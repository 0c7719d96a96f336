import type { EscalationView, FollowUpView, MeasureView } from "../../shared/schemas/follow-up";
import { row, rows } from "../lib/db";
import { inForce } from "../lib/grants";
import { type Actor, visible } from "../lib/policy";
import type { Finding } from "../models/finding";
import { dayPolicy, findingFilePolicy, findingPolicy, runPolicy, sitePolicy } from "../policies";
import {
  DAY_FIGURES_COLUMNS,
  type DayFiguresRow,
  presentDayFigures,
} from "../presenters/day-figures";

type MeasureRow = Omit<MeasureView, "createdAt"> & { createdAt: Date };

const SELECT_MEASURES = `SELECT m.id, m.finding_id AS "findingId", m.control, m.what, m.owner_id AS "ownerId", o.name AS "ownerName",
    m.planned_on::text AS "plannedOn", m.done_on::text AS "doneOn", m.struck_reason AS "struckReason", u.name AS "authorName",
    m.created_at AS "createdAt", m.revision
  FROM finding_measures m LEFT JOIN users o ON o.id = m.owner_id LEFT JOIN users u ON u.id = m.author_id`;

const presentMeasure = ({ createdAt, ...measure }: MeasureRow): MeasureView => ({
  ...measure,
  createdAt: createdAt.toISOString(),
});

/** One measure of a finding that the actor may see; null where it has no such measure. */
export async function findMeasure(findingId: string, id: string): Promise<MeasureView | null> {
  const found = await row<MeasureRow>(
    `${SELECT_MEASURES} WHERE m.finding_id = :findingId AND m.id = :id FOR UPDATE OF m`,
    { findingId, id },
  );
  return found && presentMeasure(found);
}

/** Who may have a finding of a site in hand: its officers and supervisors. */
export const listOwners = (siteId: string) =>
  rows<{ id: string; name: string }>(
    `SELECT u.id, u.name FROM users u WHERE u.revoked_at IS NULL AND EXISTS (SELECT 1 FROM role_grants g
       WHERE g.user_id = u.id AND g.role IN ('officer', 'supervisor') AND ${inForce("g")} AND (g.site_id IS NULL OR g.site_id = :siteId))
     ORDER BY u.name, u.id`,
    { siteId },
  );

const RUNS_AT_MOST = 5;

/** The day's own runs, and the latest of each task that decides the day, so far as the actor may see them. */
async function trustedRuns(actor: Actor, finding: Finding): Promise<FollowUpView["runs"]> {
  if (finding.lastResultId === null) return [];
  return rows<FollowUpView["runs"][number]>(
    `WITH result AS (SELECT r.worker_id, r.date, r.deciding_task_id, r.refs FROM day_results r WHERE r.id = :resultId),
     task AS (
       SELECT deciding_task_id AS id FROM result WHERE deciding_task_id IS NOT NULL
       UNION SELECT k.task_id FROM result, jsonb_path_query(refs, '$.shifts[*].revisionId') x
         JOIN shift_tasks k ON k.shift_revision_id = CAST(x #>> '{}' AS uuid) WHERE deciding_task_id IS NULL),
     own AS (
       SELECT r.id FROM result d JOIN runs r ON r.worker_id = d.worker_id AND r.date = d.date WHERE NOT r.is_void AND NOT r.is_out),
     of_task AS (
       SELECT x.id FROM task t CROSS JOIN LATERAL (SELECT r.id FROM runs r
         WHERE r.task_id = t.id AND NOT r.is_void AND NOT r.is_out ORDER BY r.date DESC, r.id DESC LIMIT ${RUNS_AT_MOST}) x)
     SELECT r.id AS "runId", EXISTS (SELECT 1 FROM own WHERE own.id = r.id) AS "isOfTheDay", t.name AS "taskName", w.name AS "workerName",
       r.date::text AS date, g.average_db AS "averageDb", g.exchange_rate_db AS "exchangeRateDb", v.check_before_db AS "checkBeforeDb",
       v.check_after_db AS "checkAfterDb", v.doubts, v.kept_reason AS "keptReason", v.unusual
     FROM runs r JOIN run_revisions v ON v.id = r.current_revision_id LEFT JOIN tasks t ON t.id = r.task_id LEFT JOIN workers w ON w.id = r.worker_id
     LEFT JOIN LATERAL (SELECT e.average_db, e.exchange_rate_db FROM readings e WHERE e.run_revision_id = v.id AND e.average_db IS NOT NULL
       ORDER BY e.position LIMIT 1) g ON TRUE
     WHERE r.id IN (SELECT id FROM own UNION SELECT id FROM of_task) AND ${visible(runPolicy, actor, "r")}
     ORDER BY "isOfTheDay" DESC, t.name NULLS FIRST, r.date DESC, r.id DESC LIMIT 40`,
    { resultId: finding.lastResultId },
  );
}

type Side = NonNullable<FollowUpView["proof"]>["before"];

interface SideRow {
  days: number;
  median: number | null;
  lowest: number | null;
  highest: number | null;
  lowestAtEar: number | null;
  highestAtEar: number | null;
}

/**
 * Measured days before and after a date, without protection and at the ear, of the worker or the group that the finding is
 * about. Only exact figures under the rule set that the finding rests on: another's are another quantity.
 */
async function proofSide(
  actor: Actor,
  finding: Finding,
  doneOn: string,
  side: "before" | "after",
): Promise<Side> {
  const from = `FROM day_results r JOIN days d ON d.current_result_id = r.id JOIN workers w ON w.id = r.worker_id
    WHERE ${finding.workerId ? "r.worker_id = :subjectId" : "w.job_id = :subjectId"} AND r.site_id = :siteId
      AND r.date ${side === "before" ? "<" : ">"} :doneOn AND r.grade IN ('measured-worker', 'measured-group')
      AND r.outside_db IS NOT NULL AND r.outside_bound = 'exact'
      AND r.governing_rule_set = (SELECT b.governing_rule_set FROM day_results b WHERE b.id = :resultId) AND ${visible(dayPolicy, actor, "r")}`;
  const values = {
    subjectId: finding.workerId ?? finding.jobId,
    siteId: finding.siteId,
    doneOn,
    resultId: finding.lastResultId,
  };
  const atEar = "FILTER (WHERE coalesce(r.at_ear_bound, 'exact') = 'exact')";
  const [summary] = await rows<SideRow>(
    `SELECT count(*)::int AS days, percentile_cont(0.5) WITHIN GROUP (ORDER BY r.outside_db) AS median, min(r.outside_db) AS lowest,
       max(r.outside_db) AS highest,
       min(coalesce(r.at_ear_counted_db, r.at_ear_db)) ${atEar} AS "lowestAtEar",
       max(coalesce(r.at_ear_counted_db, r.at_ear_db)) ${atEar} AS "highestAtEar" ${from}`,
    values,
  );
  const latest = await rows<DayFiguresRow & { ofWorkerId: string; ofWorkerName: string }>(
    `SELECT ${DAY_FIGURES_COLUMNS("r")}, w.id AS "ofWorkerId", w.name AS "ofWorkerName" ${from} ORDER BY r.date DESC, w.name, w.id LIMIT 5`,
    values,
  );
  return {
    days: summary?.days ?? 0,
    medianOutsideDb: summary?.median ?? null,
    lowestOutsideDb: summary?.lowest ?? null,
    highestOutsideDb: summary?.highest ?? null,
    lowestAtEarDb: summary?.lowestAtEar ?? null,
    highestAtEarDb: summary?.highestAtEar ?? null,
    latest: latest.map(({ ofWorkerId, ofWorkerName, ...figures }) => ({
      ...presentDayFigures(figures),
      worker: { id: ofWorkerId, name: ofWorkerName },
    })),
  };
}

async function proofOf(
  actor: Actor,
  finding: Finding,
  measures: readonly MeasureView[],
): Promise<FollowUpView["proof"]> {
  const [doneOn] = measures
    .flatMap((measure) =>
      measure.struckReason === null && measure.doneOn !== null ? [measure.doneOn] : [],
    )
    .sort();
  if (doneOn === undefined || finding.lastResultId === null) return null;
  return {
    doneOn,
    before: await proofSide(actor, finding, doneOn, "before"),
    after: await proofSide(actor, finding, doneOn, "after"),
  };
}

/** Papers of a finding, the latest first, for whoever may read them. */
async function listFiles(actor: Actor, findingId: string): Promise<FollowUpView["files"]> {
  const found = await rows<Omit<FollowUpView["files"][number], "createdAt"> & { createdAt: Date }>(
    `SELECT p.id, p.file_id AS "fileId", p.title, f.name AS "fileName", f.size_bytes::float8 AS "sizeBytes", u.name AS "authorName",
       p.created_at AS "createdAt"
     FROM finding_files p JOIN files f ON f.id = p.file_id JOIN findings n ON n.id = p.finding_id LEFT JOIN users u ON u.id = p.author_id
     WHERE p.finding_id = :findingId AND NOT p.is_removed AND ${visible(findingFilePolicy, actor, "n")} ORDER BY p.created_at DESC, p.id`,
    { findingId },
  );
  return found.map(({ createdAt, ...file }) => ({ ...file, createdAt: createdAt.toISOString() }));
}

/** What hangs on a finding beside its days: whether it can be trusted, what would mend it, and whether that did. */
export async function followUpOf(actor: Actor, finding: Finding): Promise<FollowUpView> {
  const grade = await row<Pick<FollowUpView, "grade">>(
    "SELECT r.grade FROM day_results r WHERE r.id = :id",
    { id: finding.lastResultId },
  );
  const found = await rows<MeasureRow>(
    `${SELECT_MEASURES} WHERE m.finding_id = :id ORDER BY coalesce(m.done_on, m.planned_on), m.created_at, m.id`,
    { id: finding.id },
  );
  const measures = found.map(presentMeasure);
  return {
    grade: grade?.grade ?? null,
    runs: await trustedRuns(actor, finding),
    measures,
    proof: await proofOf(actor, finding, measures),
    files: await listFiles(actor, finding.id),
    owners: findingPolicy.can.handle(actor, finding) ? await listOwners(finding.siteId) : [],
  };
}

/** Who reads a site's findings and has an address for mail. */
const PEOPLE_OF_SITE = `SELECT u.id, u.name FROM users u WHERE u.revoked_at IS NULL AND u.email IS NOT NULL AND u.organization_id = s.organization_id
  AND EXISTS (SELECT 1 FROM role_grants g WHERE g.user_id = u.id AND g.role IN ('officer', 'auditor') AND ${inForce("g")} AND g.year IS NULL
    AND (g.site_id IS NULL OR g.site_id = s.id)) ORDER BY u.name, u.id`;

/** Whom overdue findings go up to, site by site. */
export async function listEscalations(
  actor: Actor,
  siteId: string | null = null,
): Promise<EscalationView[]> {
  const found = await rows<Omit<EscalationView, "canChange">>(
    `SELECT s.id AS "siteId", s.name AS "siteName", s.escalation_user_id AS "userId", e.name AS "userName", s.revision,
       coalesce((SELECT json_agg(p) FROM (${PEOPLE_OF_SITE}) p), '[]') AS people
     FROM sites s LEFT JOIN users e ON e.id = s.escalation_user_id
     WHERE ${visible(sitePolicy, actor, "s")} AND (CAST(:siteId AS uuid) IS NULL OR s.id = :siteId) ORDER BY s.name`,
    { siteId },
  );
  return found.map((site) => ({
    ...site,
    canChange: sitePolicy.can.changeRules(actor, { id: site.siteId }),
  }));
}
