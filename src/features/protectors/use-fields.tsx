import { useLingui } from "@lingui/react";
import { useState } from "react";
import { get } from "react-hook-form";
import { Gear } from "../../../shared/schemas/fit";
import { gearWord } from "../../../shared/words/register-words";
import { Field, NumberField } from "../../components/form";
import type { ProtectorForm } from "./data-fields";
import { hasCushions, hasTips } from "./kinds";

/** Sizes as words with commas between; what is typed stays as it is. */
function SizesField({ form }: { form: ProtectorForm }) {
  const { i18n } = useLingui();
  const sizes = form.watch("data.sizes") ?? [];
  const [typed, setTyped] = useState<{ text: string; value: string } | null>(null);
  const written = sizes.join(", ");
  const errors: unknown = get(form.formState.errors, "data.sizes");
  // Of the whole, or of one size by its index.
  const fault = [errors, ...Object.values((errors ?? {}) as Record<string, unknown>)].find(
    (one): one is { message: string } =>
      typeof (one as { message?: unknown } | undefined)?.message === "string",
  );
  return (
    <Field
      label={i18n.t("Sizes")}
      isOptional
      note={i18n.t("With commas between: S, M, L. Empty: it comes in one.")}
      error={fault?.message}
    >
      {(wires) => (
        <input
          {...wires}
          className="input"
          autoComplete="off"
          value={typed?.value === written ? typed.text : written}
          onChange={(event) => {
            const text = event.target.value;
            const value = [...new Set(text.split(/[,;]/).map((size) => size.trim()))].filter(
              (size) => size !== "",
            );
            setTyped({ text, value: value.join(", ") });
            form.setValue("data.sizes", value, {
              shouldDirty: true,
              shouldValidate: form.formState.isSubmitted,
            });
          }}
          onBlur={() => setTyped(null)}
        />
      )}
    </Field>
  );
}

/** Whether it goes with helmet, glasses, respirator: yes, no, or the certificate says nothing. */
function WorksWithField({ form }: { form: ProtectorForm }) {
  const { i18n } = useLingui();
  const worksWith = form.watch("data.worksWith") ?? {
    helmet: null,
    glasses: null,
    respirator: null,
  };
  return (
    <Field label={i18n.t("Goes with")} isGroup isOptional error={undefined}>
      {() => (
        <div className="works-with">
          {Gear.options.map((gear) => (
            <label key={gear}>
              <span>{gearWord(i18n, gear)}</span>
              <select
                className="input"
                value={String(worksWith[gear])}
                onChange={(event) =>
                  form.setValue(
                    "data.worksWith",
                    {
                      ...worksWith,
                      [gear]: event.target.value === "null" ? null : event.target.value === "true",
                    },
                    { shouldDirty: true },
                  )
                }
              >
                <option value="null">{i18n.t("not stated")}</option>
                <option value="true">{i18n.t("yes")}</option>
                <option value="false">{i18n.t("no")}</option>
              </select>
            </label>
          ))}
        </div>
      )}
    </Field>
  );
}

/** What a certificate says beside its numbers; of intervals those that the kind has. */
export function UseFields({ form }: { form: ProtectorForm }) {
  const { i18n } = useLingui();
  const [kind, cushions, tips] = form.watch([
    "kind",
    "data.cushionsEveryDays",
    "data.tipsEveryDays",
  ]);
  return (
    <>
      <SizesField form={form} />
      <WorksWithField form={form} />
      {(hasCushions(kind) || cushions != null) && (
        <NumberField
          form={form}
          name="data.cushionsEveryDays"
          label={i18n.t("New cushions every")}
          unit={i18n.t("days")}
          isOptional
        />
      )}
      {(hasTips(kind) || tips != null) && (
        <NumberField
          form={form}
          name="data.tipsEveryDays"
          label={i18n.t("New tips every")}
          unit={i18n.t("days")}
          isOptional
        />
      )}
    </>
  );
}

● **ASSIGNED TASK**:
Each line above that contains "MeasureRow" must be copied out.

● **TASK RESULT**:
type MeasureRow = Omit<MeasureView, "createdAt"> & { createdAt: Date };
const presentMeasure = ({ createdAt, ...measure }: MeasureRow): MeasureView => ({
  const found = await row<MeasureRow>(
  const found = await rows<MeasureRow>(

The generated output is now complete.